2017-12-09 16:03:43,826 [56] INFO  Akka.Actor.LocalActorRef - Message FileValidationResult from akka://ArchiveSystem/system/sharding/FileHandler/67/%5C%5Cnas20%5Cd%24%5Carchive%5Cincoming%5Creuters%5C201712096110wd-northkorea-missilescontributors.xml/$c to akka://ArchiveSystem/system/sharding/FileHandler/67/%5C%5Cnas20%5Cd%24%5Carchive%5Cincoming%5Creuters%5C201712096110wd-northkorea-missilescontributors.xml was not delivered. 5 dead letters encountered.
jalchr
@jalchr
Some additional notes, my applications are CPU and Network intensive apps. It is typical to have 100% CPU and 100% Network utilization, most of the time.
Perhaps this effects how akka.net communication works and causes this ... perhaps
Bart de Boer
@boekabart
@ that, I sometimes think Akka.Net needs a 'priority' system for actor mailboxes for such high-load cases - some actors are simply more time-critical than others. cc @Aaronontheweb
Stefano
@delfuria
Priority Mailboxes are already available
http://getakka.net/articles/actors/mailboxes.html
anthonyhawes
@anthonyhawes
I don't think priority mailboxes would solve the time-critical actor problem in high load cases. A priority scheduler would be needed to give those actors a larger "slice" of message processing
Vagif Abilov
@object
I am checking our cluster sharding event journal, and it has very small number of rows. And the snapshot store that we created for cluster sharding is always empty. So I wonder if there's any need for a snapshot store for cluster sharding. Can there ever be an attempt to create a snapshot? And is there ever need to cleanup the event journal for cluster sharding? Can it grow big (I suppose it doesn't have autocleanup).
Bartosz Sypytkowski
@Horusiath

@object if you don't have remember-entites flag set, cluster sharding won't produce too much events. Snapshot store will be used (by default) every 1000 consecutive sharding events stored, but this applies if shard coordinator will live long enough to produce that 1000 events within a single incarnation.

Also I hope to be able to finish DData-based cluster sharding soon (see akkadotnet/akka.net#3199).

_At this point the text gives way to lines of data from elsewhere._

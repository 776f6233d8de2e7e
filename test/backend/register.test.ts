import { afterAll, beforeAll, beforeEach, describe, expect, it } from 'vitest';
import { SERVICE_CATALOGUE } from '../../shared/src/services/service-catalogue.js';
import { KPA_PER_PSI } from '../../shared/src/units/units.js';
import { Area, Assembly, Position, type Site } from '../../backend/src/entities/index.js';
import { guardUniqueCodes } from '../../backend/src/services/sites-admin.service.js';
import { call, startTestServer, type TestServer } from '../support/api.js';
import { buildSite, buildUser, signIn } from '../support/factories.js';
import { buildArea, buildEquipment, buildInstalledAssembly, buildPosition } from '../support/register-factories.js';

let server: TestServer;
let siteA: Site;
let siteB: Site;
let admin: string;
let engineer: string;
let limited: string;
let technician: string;
beforeAll(async () => {
  server = await startTestServer();
  siteA = await buildSite(server.ctx);
  siteB = await buildSite(server.ctx);
  admin = await signIn(server.app, (await buildUser(server.ctx, { role: 'administrator' })).email);
  engineer = await signIn(server.app, (await buildUser(server.ctx, { role: 'reliability_engineer' })).email);
  limited = await signIn(server.app, (await buildUser(server.ctx, { role: 'administrator', allSites: false, siteIds: [siteA.id] })).email);
  technician = await signIn(server.app, (await buildUser(server.ctx, { role: 'technician' })).email);
});
afterAll(() => server.close());
beforeEach(() => server.clock.reset());

let sequence = 0;
const code = (prefix: string) => `${prefix}-${Date.now().toString(36)}${(++sequence).toString(36)}`.toUpperCase();
const units = { pressureUnit: 'bar', lengthUnit: 'mm', temperatureUnit: 'C' };

async function auditRows(entityId: string): Promise<Array<{ action: string; before: Record<string, unknown> | null; after: Record<string, unknown> | null; site_id: string | null }>> {
  return server.ctx.ds.query(`SELECT action, before, after, site_id FROM audit_entries WHERE entity_id = $1 ORDER BY at, id`, [entityId]);
}

describe('sites', () => {
  it('adds a site with every catalogue service at its default settings', async () => {
    const res = await call(server.app, 'post', '/api/sites', admin).send({
      code: code('S'),
      name: 'Hollin Bank Quarry',
      timeZone: 'Europe/London',
      currency: 'GBP',
      defaultUnits: { pressureUnit: 'psi', lengthUnit: 'in', temperatureUnit: 'F' },
    });
    expect(res.status).toBe(201);
    expect(res.body.data).toMatchObject({ name: 'Hollin Bank Quarry', timeZone: 'Europe/London', defaultUnits: { pressureUnit: 'psi' }, archivedAt: null, abilities: { update: true } });
    const [rows] = await server.ctx.ds.query(`SELECT count(*)::int AS n FROM site_services WHERE site_id = $1`, [res.body.data.id]);
    expect(rows.n).toBe(SERVICE_CATALOGUE.length);
    const services = await call(server.app, 'get', '/api/services', admin).query({ siteId: res.body.data.id });
    expect(services.body.data.every((s: { customised: boolean }) => !s.customised)).toBe(true);
    expect((await auditRows(res.body.data.id)).map((a) => a.action)).toEqual(['site.created']);
  });

  it('reads a site of mine with its settings', async () => {
    const res = await call(server.app, 'get', `/api/sites/${siteA.id}`, technician);
    expect(res.status).toBe(200);
    expect(res.body.data).toMatchObject({ id: siteA.id, code: siteA.code, currency: 'GBP', abilities: { update: false } });
  });

  it('refuses a site code already in use, naming the code', async () => {
    const res = await call(server.app, 'post', '/api/sites', admin).send({ code: siteA.code, name: 'Copy', timeZone: 'UTC', currency: 'GBP', defaultUnits: units });
    expect(res.status).toBe(409);
    expect(res.body.error).toMatchObject({ code: 'code_taken', field: 'code' });
  });

  it('names an unknown time zone', async () => {
    const res = await call(server.app, 'post', '/api/sites', admin).send({ code: code('S'), name: 'Nowhere', timeZone: 'Mars/Olympus', currency: 'GBP', defaultUnits: units });
    expect(res.status).toBe(400);
    expect(res.body.error.field).toBe('timeZone');
  });

  it('refuses to let an administrator limited to some sites add one', async () => {
    const res = await call(server.app, 'post', '/api/sites', limited).send({ code: code('S'), name: 'Side Pit', timeZone: 'UTC', currency: 'GBP', defaultUnits: units });
    expect(res.status).toBe(403);
    expect(res.body.error.code).toBe('all_sites_required');
  });

  it('changes name, time zone, currency and units, with before and after in the audit trail', async () => {
    const site = await buildSite(server.ctx);
    const res = await call(server.app, 'patch', `/api/sites/${site.id}`, admin).send({
      name: 'Renamed Works',
      timeZone: 'Australia/Perth',
      currency: 'AUD',
      defaultUnits: { pressureUnit: 'kPa', lengthUnit: 'mm', temperatureUnit: 'C' },
    });
    expect(res.status).toBe(200);
    expect(res.body.data).toMatchObject({ name: 'Renamed Works', timeZone: 'Australia/Perth', currency: 'AUD', defaultUnits: { pressureUnit: 'kPa' } });
    const [audit] = await auditRows(site.id);
    expect(audit).toMatchObject({ action: 'site.updated', before: { currency: 'GBP' }, after: { currency: 'AUD' }, site_id: site.id });
  });

  it('keeps a site code: a change of code is an unknown field', async () => {
    const res = await call(server.app, 'patch', `/api/sites/${siteA.id}`, admin).send({ code: 'NEW' });
    expect(res.status).toBe(400);
    expect(res.body.error).toMatchObject({ code: 'unknown_field', field: 'code' });
  });

  it('answers 404 for a site outside my sites, for reading and for changing', async () => {
    expect((await call(server.app, 'get', `/api/sites/${siteB.id}`, limited)).status).toBe(404);
    expect((await call(server.app, 'patch', `/api/sites/${siteB.id}`, limited).send({ name: 'Mine now' })).status).toBe(404);
    expect((await call(server.app, 'get', '/api/sites/6f1d2c3b-4a59-4e8f-9d7c-1b2a3c4d5e6f', admin)).status).toBe(404);
  });
});

describe('areas', () => {
  it('adds an area to a site, audited', async () => {
    const res = await call(server.app, 'post', '/api/areas', engineer).send({ siteId: siteA.id, code: code('AR'), name: 'Primary crusher' });
    expect(res.status).toBe(201);
    expect(res.body.data).toMatchObject({ siteId: siteA.id, name: 'Primary crusher', archivedAt: null, abilities: { update: true, archive: true } });
    const [audit] = await auditRows(res.body.data.id);
    expect(audit).toMatchObject({ action: 'area.created', before: null, after: { name: 'Primary crusher' }, site_id: siteA.id });
  });

  it('refuses a code already used at the site, but not at another site', async () => {
    const area = await buildArea(server.ctx, { siteId: siteA.id });
    const same = await call(server.app, 'post', '/api/areas', engineer).send({ siteId: siteA.id, code: area.code, name: 'Again' });
    expect(same.status).toBe(409);
    expect(same.body.error).toMatchObject({ code: 'code_taken', field: 'code' });
    const other = await call(server.app, 'post', '/api/areas', engineer).send({ siteId: siteB.id, code: area.code, name: 'Elsewhere' });
    expect(other.status).toBe(201);
  });

  it('answers code_taken when saves of the same code meet at the unique index', async () => {
    const area = await buildArea(server.ctx, { siteId: siteA.id });
    const insert = guardUniqueCodes(() => server.ctx.ds.getRepository(Area).insert({ siteId: siteA.id, code: area.code, name: 'Copy' }));
    await expect(insert).rejects.toMatchObject({ status: 409, code: 'code_taken', field: 'code' });

    const same = code('AR');
    const answers = await Promise.all(
      Array.from({ length: 4 }, () => call(server.app, 'post', '/api/areas', engineer).send({ siteId: siteA.id, code: same, name: 'Raced' })),
    );
    expect(answers.map((r) => r.status).sort()).toEqual([201, 409, 409, 409]);
    expect(answers.filter((r) => r.status === 409).every((r) => r.body.error.code === 'code_taken' && r.body.error.field === 'code')).toBe(true);
  });

  it('refuses renaming a code onto another area of the site', async () => {
    const first = await buildArea(server.ctx, { siteId: siteA.id });
    const second = await buildArea(server.ctx, { siteId: siteA.id });
    const res = await call(server.app, 'patch', `/api/areas/${second.id}`, engineer).send({ code: first.code });
    expect(res.status).toBe(409);
    expect(res.body.error.field).toBe('code');
  });

  it('answers 404 for the site when adding an area to a site outside my sites', async () => {
    const res = await call(server.app, 'post', '/api/areas', limited).send({ siteId: siteB.id, code: code('AR'), name: 'Far away' });
    expect(res.status).toBe(404);
    expect(res.body.error.message).toContain('Site');
  });

  it('lists the areas of a site, sorted and paged, and leaves archived ones out unless asked', async () => {
    const site = await buildSite(server.ctx);
    for (const name of ['Wash plant', 'Bagging', 'Stockpile', 'Workshop']) await buildArea(server.ctx, { siteId: site.id, name });
    const old = await buildArea(server.ctx, { siteId: site.id, name: 'Old kiln' });
    await call(server.app, 'post', `/api/areas/${old.id}/archive`, engineer).expect(204);

    const first = await call(server.app, 'get', '/api/areas', engineer).query({ siteId: site.id, sort: 'name', pageSize: 3 });
    expect(first.status).toBe(200);
    expect(first.body.data.map((a: { name: string }) => a.name)).toEqual(['Bagging', 'Stockpile', 'Wash plant']);
    expect(first.body.pagination).toEqual({ page: 1, pageSize: 3, total: 4 });
    const second = await call(server.app, 'get', '/api/areas', engineer).query({ siteId: site.id, sort: 'name', pageSize: 3, page: 2 });
    expect(second.body.data.map((a: { name: string }) => a.name)).toEqual(['Workshop']);
    const desc = await call(server.app, 'get', '/api/areas', engineer).query({ siteId: site.id, sort: 'name', dir: 'desc', pageSize: 1 });
    expect(desc.body.data[0].name).toBe('Workshop');
    const only = await call(server.app, 'get', '/api/areas', engineer).query({ siteId: site.id, archived: 'only' });
    expect(only.body.data.map((a: { id: string }) => a.id)).toEqual([old.id]);
    expect(only.body.data[0].archivedAt).not.toBeNull();
    const all = await call(server.app, 'get', '/api/areas', engineer).query({ siteId: site.id, archived: 'include' });
    expect(all.body.pagination.total).toBe(5);
    const q = await call(server.app, 'get', '/api/areas', engineer).query({ siteId: site.id, q: 'pile' });
    expect(q.body.data.map((a: { name: string }) => a.name)).toEqual(['Stockpile']);
  });

  it('lists only the areas of my sites, and answers 404 when asked for a site outside them', async () => {
    const far = await buildArea(server.ctx, { siteId: siteB.id });
    const near = await buildArea(server.ctx, { siteId: siteA.id });
    const res = await call(server.app, 'get', '/api/areas', limited).query({ pageSize: 200, archived: 'include' });
    const ids = res.body.data.map((a: { id: string }) => a.id);
    expect(ids).toContain(near.id);
    expect(ids).not.toContain(far.id);
    expect((await call(server.app, 'get', '/api/areas', limited).query({ siteId: siteB.id })).status).toBe(404);
  });

  it('refuses to archive an area that still has equipment', async () => {
    const equipment = await buildEquipment(server.ctx, { siteId: siteA.id });
    const res = await call(server.app, 'post', `/api/areas/${equipment.areaId}/archive`, engineer);
    expect(res.status).toBe(409);
    expect(res.body.error.code).toBe('area_in_use');
  });

  it('answers 403 when a technician adds an area', async () => {
    const res = await call(server.app, 'post', '/api/areas', technician).send({ siteId: siteA.id, code: code('AR'), name: 'Not mine to add' });
    expect(res.status).toBe(403);
  });
});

With it, event journals will no longer be needed.

It actually already works, but I need to fix tests.
wilddeveloperappears
@wilddeveloperappears
@Horusiath can I set them up programatically? Or does it have to be through HOCON config? I want to pass a function to the initial logger.
Vagif Abilov
@object
Thanks @Horusiath. We recently had weird experience with our cluster when nodes were not able to form a single cluster continuously logging "trying to register... but no acknowledgement" until we deleted whole sharding event journal (there were only about 80 rows in it). And if DData implementation is around the corner, we should not probably spend much time on the investigation of this failure.
Bartosz Sypytkowski
@Horusiath
@wilddeveloperappears if I remember right, you should be able to just subscribe to System.EventStream.Subscribe(actorRef, typeof(Akka.Event.LogEvent))
wilddeveloperappears
@wilddeveloperappears
I'm currently investigating doing hocon changes to solve the problem.
Bartosz Sypytkowski
@Horusiath
@object this sounds like an issue described by @zbynek001 (see: https://github.com/akkadotnet/akka.net/issues/3204#issuecomment-350274096) - regarding ddata, remember that PRs can take some time.
wilddeveloperappears
@wilddeveloperappears
I've retro-fitted NLog into a project I'm working on with hundreds of classes all separated out into projects. They all fed into one log file and now I have them filtering to several based on their namespace. Using Akka in this model is broken because the Akka loggers are in a separate namespace from the project they're logging for.